“I want to get one with rushing water,” I said to my wife. “Maybe even one with
me standing over it.”
I wasn’t talking about
the bathtub or bidet. I wanted to get a
souvenir photo with water, Loire River water, water flowing around l’île d’Or - the island at the upper rim of the town of Amboise.
Amboise has a lot of photogenic material; the sprawling Royal Château with its ornate chambers, grim passageways, geometric gardens, and quirky chapel. Below its walls, medieval buildings and streets beg to have their pictures taken.
Even
better visuals lie a few kilometres away at Clos Lucé, the manor where Leonardo
da Vinci spent is final years thanks to the French King, François I, and the nobles and peasants he plundered and taxed to pay for it.
When Leonardo arrived here
in 1516, the packs on his mule carried the Mona Lisa and the other paintings that
eventually ended up in the Louvre. He
also brought his famed notebooks and drawings.
Today Clos Lucé (evoking the
Virgin of Light featured in its chapel) celebrates its ties to the great artist
and thinker with a museum, a park, and installation art - the latter having been inspired by those materials.
Thanks to the volunteer efforts of IBM
employees, the imagined inventions and designs described in Leonardo’s drawings and notes have been built as working models: some full scale, some in
miniature, some inside the home, and some operating outside in the park.
Again, more material and more spots for
travel souvenirs.
But I wanted a photo
with water.
Leonardo lived in
comfort and esteem in Amboise. But with
age creeping into his hands and his enthusiasm, he didn’t paint, draw, or
invent much. He planned parties, thought
about armaments, dabbled in architecture and thought a lot about water.
The few surviving pages in his
notebooks that clearly associate with his final days in Amboise concern the flow
of water and include intricate drawings of the Loire as it squeezed around l’île d’Or. For me, this meant that
a walk over to the island and a few shots of the water at its western tip would
bring me as close to Leonardo’s memory and mind as anything in Amboise or in
the museum.
Da Vinci was immensely
curious and committed to figuring things out for himself from recorded,
measured evidence.
You can feel this attitude rubbing off on your mind after reading a few dozen pages of his notes. Though I struggled with some of his writing, those sections on water intrigued me not only because of the link to Amboise, but also because I couldn’t figure out how da Vinci managed to see the ebbs and flows in the detail that he did.
You can feel this attitude rubbing off on your mind after reading a few dozen pages of his notes. Though I struggled with some of his writing, those sections on water intrigued me not only because of the link to Amboise, but also because I couldn’t figure out how da Vinci managed to see the ebbs and flows in the detail that he did.

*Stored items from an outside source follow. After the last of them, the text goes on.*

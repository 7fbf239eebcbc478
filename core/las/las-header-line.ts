import type { LasHeaderItem } from "./las-document.js";

const isBlank = (char: string | undefined): boolean => char === " " || char === "\t";
const isDigit = (char: string | undefined): boolean => char !== undefined && char >= "0" && char <= "9";

/**
 * The colon that starts the description: the last colon of the line (CWLS LAS 2.0 update, delimiters
 * clarification), skipping colons between two digits so that a time like `13:45` in a value or a
 * description without its own colon is not taken for the delimiter.
 */
const descriptionColon = (text: string, from: number): number => {
  for (let i = text.length - 1; i >= from; i--) {
    if (text[i] === ":" && !(isDigit(text[i - 1]) && isDigit(text[i + 1]))) return i;
  }
  return -1;
};

/**
 * Reads a `MNEM.UNIT VALUE : DESCRIPTION` line (CWLS LAS 2.0, Appendix 1 Part 3): the mnemonic runs
 * to the first dot, the unit from right after the dot to the first blank, the value to the
 * description colon. Returns undefined for a line without a dot or whose mnemonic is empty or has blanks.
 */
export const parseLasHeaderLine = (text: string, line: number): LasHeaderItem | undefined => {
  const dot = text.indexOf(".");
  if (dot < 0) return undefined;
  const mnemonic = text.slice(0, dot).trim();
  if (mnemonic === "" || /\s/.test(mnemonic)) return undefined;
  const colon = descriptionColon(text, dot + 1);
  const valueEnd = colon < 0 ? text.length : colon;
  let unitEnd = dot + 1;
  while (unitEnd < valueEnd && !isBlank(text[unitEnd])) unitEnd++;
  return {
    mnemonic,
    unit: text.slice(dot + 1, unitEnd),
    value: text.slice(unitEnd, valueEnd).trim(),
    description: colon < 0 ? "" : text.slice(colon + 1).trim(),
    line,
  };
};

To my mind and my eye, rushing water moves
too fast to recognize any patterns let alone record and understand.
Standing over the river on the motorcycle-busy bridge, we not only photographed exemplary water but also easily video recorded it on the iPhone.
We took other shots of waterfalls at Clos Lucé.
They made souvenirs of the kind I wanted, and we prepared to leave for Chenonceau the next day.
That night, watching
the water in very slow, adjustable motion on the phone, I was satisfied, but
lacking illumination. I did not feel any
closer to seeing the things Leonardo recognized with his naked old-man eye and
the image-recording technology of five hundred years ago.
Today fluid dynamics
research draws on slick animations, and some scientists would regard Leonardo’s
observations and insights as trivial. But I am not one of them and remain in
awe of a brain that could generate its own simulations and images of complex
patterns from simple, but careful observation.
I thought about this a
lot in the following days as we walked down the streets, through the forests,
and across fields that have not changed that much since Leonardo’s time and his
slow trip from Italy to Amboise.
It struck
me that the trick may not be to slow down the water, but to slow down the water
watcher. Leonardo lived in an era and in
a way that put him in harmony with slower things, with thinking in a slower way,
and with the capacity to imagine in detail - all framed by a lifestyle conducive to careful
observation, contemplation, and reflection.
Though 21st
century technology opens up new opportunities to learn and create, it may
impede other, more fundamental human skills.
I am not sure how to
recapture this ability and this way of thinking.